- Thought and Idea are different things.
- We encourage both in the classroom.
- I’m not sure which I privilege more.
- I’m not sure which I should.
(Note: I started thinking more than I planned. The last three points will have to be in my next post.)
The Whole Story:
Disclaimer: My line of thinking here is protean. Ideally, I’d play with it as a comment somewhere first. As I haven’t run into such a post yet, I’m diving in.
Claim the First: Thought and Idea are different concepts
It’s highly likely that everyone is on board with this already, but I hadn’t been until recently. Asking me to think about something and asking me to come up with an idea are different requests. To me, thinking can include, but isn’t limited to, walking and making connections between the intellectual paths of others. Having an idea, though, is making something new, sometimes utilizing those intellectual paths, sometimes operating apart from them. Social bookmarking is an idea. Figuring out how to create it, utilize it, improve it are all thoughts.
Claim the Second: Thought usually precedes idea
Continuing the social bookmarking example, whatever the first iteration of social bookmarking, its creator likely went through a thought process driven by a problem. The thought process probably noted the insufficiencies inherent in the present situation as well as the desired features beyond those insufficiencies. With thinking, the process can end there. It can end at any step of the game: “Oh, there’s a problem.” “Oh, here’s why this problem exists.” “Oh, here’s what I’d like out of a solution to that problem.” “Oh, here’s what it would take to make that solution real.” “Oh, here’s that solution.” That last part is the idea, arrived at through thought.
Claim the Third: Thought mustn’t always precede idea
More than once, I’ve heard people complain Wave doesn’t solve a problem.

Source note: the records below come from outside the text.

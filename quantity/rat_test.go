package quantity_test

import (
	"errors"
	"math/big"
	"testing"

	"pgregory.net/rapid"

	q "similis.dev/similis/quantity"
)

// TestRatAgainstBig checks the int64 fractions against math/big.Rat, the
// standard library's arbitrary-precision rationals.
func TestRatAgainstBig(t *testing.T) {
	rapid.Check(t, func(t *rapid.T) {
		a := q.MustRat(rapid.Int64Range(-1e6, 1e6).Draw(t, "an"), rapid.Int64Range(1, 1e6).Draw(t, "ad"))
		b := q.MustRat(rapid.Int64Range(-1e6, 1e6).Draw(t, "bn"), rapid.Int64Range(1, 1e6).Draw(t, "bd"))
		ba, bb := big.NewRat(a.Num(), a.Den()), big.NewRat(b.Num(), b.Den())
		check := func(name string, got q.Rat, err error, want *big.Rat) {
			if err != nil {
				t.Fatalf("%s: %v", name, err)
			}
			if got.Num() != want.Num().Int64() || got.Den() != want.Denom().Int64() {
				t.Fatalf("%s(%v, %v) = %v, big.Rat gives %v", name, a, b, got, want)
			}
			if w, _ := q.NewRat(want.Num().Int64(), want.Denom().Int64()); got != w {
				t.Fatalf("%s: %#v is not the canonical %#v", name, got, w)
			}
		}
		s, err := a.Add(b)
		check("Add", s, err, new(big.Rat).Add(ba, bb))
		s, err = a.Sub(b)
		check("Sub", s, err, new(big.Rat).Sub(ba, bb))
		s, err = a.Mul(b)
		check("Mul", s, err, new(big.Rat).Mul(ba, bb))
		if !b.IsZero() {
			s, err = a.Div(b)
			check("Div", s, err, new(big.Rat).Quo(ba, bb))
		}
		if a.Cmp(b) != ba.Cmp(bb) {
			t.Fatalf("Cmp(%v, %v)", a, b)
		}
		text, _ := a.MarshalText()
		var back q.Rat
		if err := back.UnmarshalText(text); err != nil || back != a {
			t.Fatalf("%v → %q → %v, %v", a, text, back, err)
		}
	})
}

func TestRatZeroAndErrors(t *testing.T) {
	var zero q.Rat
	if !zero.IsZero() || zero.Den() != 1 || zero != q.RatInt(0) || zero.String() != "0" {
		t.Errorf("zero value %#v", zero)
	}
	if q.MustRat(6, -4) != q.MustRat(-3, 2) {
		t.Error("6/−4 is not −3/2")
	}
	big := q.RatInt(1 << 62)
	if _, err := big.Mul(q.RatInt(4)); !errors.Is(err, q.ErrRange) {
		t.Errorf("(2⁶²)·4: err = %v", err)
	}
	if _, err := big.Add(big); !errors.Is(err, q.ErrRange) {
		t.Errorf("2⁶²+2⁶²: err = %v", err)
	}
	if _, err := q.RatInt(1).Div(zero); !errors.Is(err, q.ErrRange) {
		t.Errorf("1/0: err = %v", err)
	}
	for _, s := range []string{"", "1/0", "a", "1/-2", "1 /2", "+-1", "1/2/3", "99999999999999999999"} {
		if _, err := q.ParseRat(s); err == nil {
			t.Errorf("ParseRat(%q) accepted", s)
		}
	}
	if r, err := q.ParseRat("-6/4"); err != nil || r != q.MustRat(-3, 2) {
		t.Errorf("ParseRat(-6/4) = %v, %v", r, err)
	}
	v := []q.Rat{q.MustRat(1, 2), q.MustRat(-1, 3), q.RatInt(0)}
	f, err := q.Coprime(v, v)
	if err != nil || v[0] != q.RatInt(3) || v[1] != q.RatInt(-2) || f != q.RatInt(6) {
		t.Errorf("Coprime = %v, %v, %v", v, f, err)
	}
	if e := q.MustDim(0, 0, 0, 0, 0, 0, 0); !e.Exponent(q.BaseL).IsZero() {
		t.Error("exponent of the dimension one")
	}
	d, _ := q.Length.Pow(1, 2)
	if d.Exponent(q.BaseL) != q.MustRat(1, 2) {
		t.Errorf("L^(1/2): %v", d.Exponent(q.BaseL))
	}
}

They don’t know why they need it because it doesn’t fill an obvious need. It’s an idea that precedes thought. Now, I’m sure Wave’s developers see the need, I’m sure they thought it out. The difference between social networking and Wave exists in the paths of thinking. Many people had identified the problem, the causes and what they’d like to see in a solution leading up to the advent of social bookmarking. Thus, when the idea arrived, it was embraced more readily than has been the case with Wave. Wave was an idea whose time hadn’t yet come.
Claim the Fourth: Ideas from minority thoughts face a greater chance of rejection
The clamor for Wave invitations was as frenetic as the clamor for gmail invitations or the race to blogging, or the race to myspace (remember that?), or the race to space. We’d agreed we wanted to get there because it was a new idea with the force of those we knew behind it. Then, we got to Wave. Then we were there and looking around. Then we started complaining. We didn’t know why we were there. By and large, we still don’t. We’ve started leaving.
Claim the Fifth: The rejection of minority thoughts evidences hypocrisy
A common cry of keynotes and conference sessions and blog posts and podcasts is that we should not only allow, but encourage our students to play. Sometimes we mean this in a social way. Sometimes we mean this in an intellectual way. Either way, the implication is that we are asking our students to play for the inherent value of discovery within play. They will uncover new ideas. Play is thought without repercussions or expectations. When my younger brother dumps out his LEGOs and begins building, that’s play. When he dumps out his LEGOs and begins building based off of the diagram included with his latest set, that is not play. Minority thoughts give us ideas without diagrams and ask us to play. Though we encourage this in our students and claim to be dedicated to it in our own practices, if we can’t see the endgame or the relevance we frequently decide not to play.
This post serves as further evidence. In writing it, I’m asking if you want to play with ideas. In reading it, you’re looking for your diagram, looking to see if my idea lines up with your thinking. If you’ve made it this far, you likely want to play. If you haven’t, you’re probably not a player. Playing (or commenting) means you either want to see what we can make or that you see your thinking in these words and want to utilize the idea.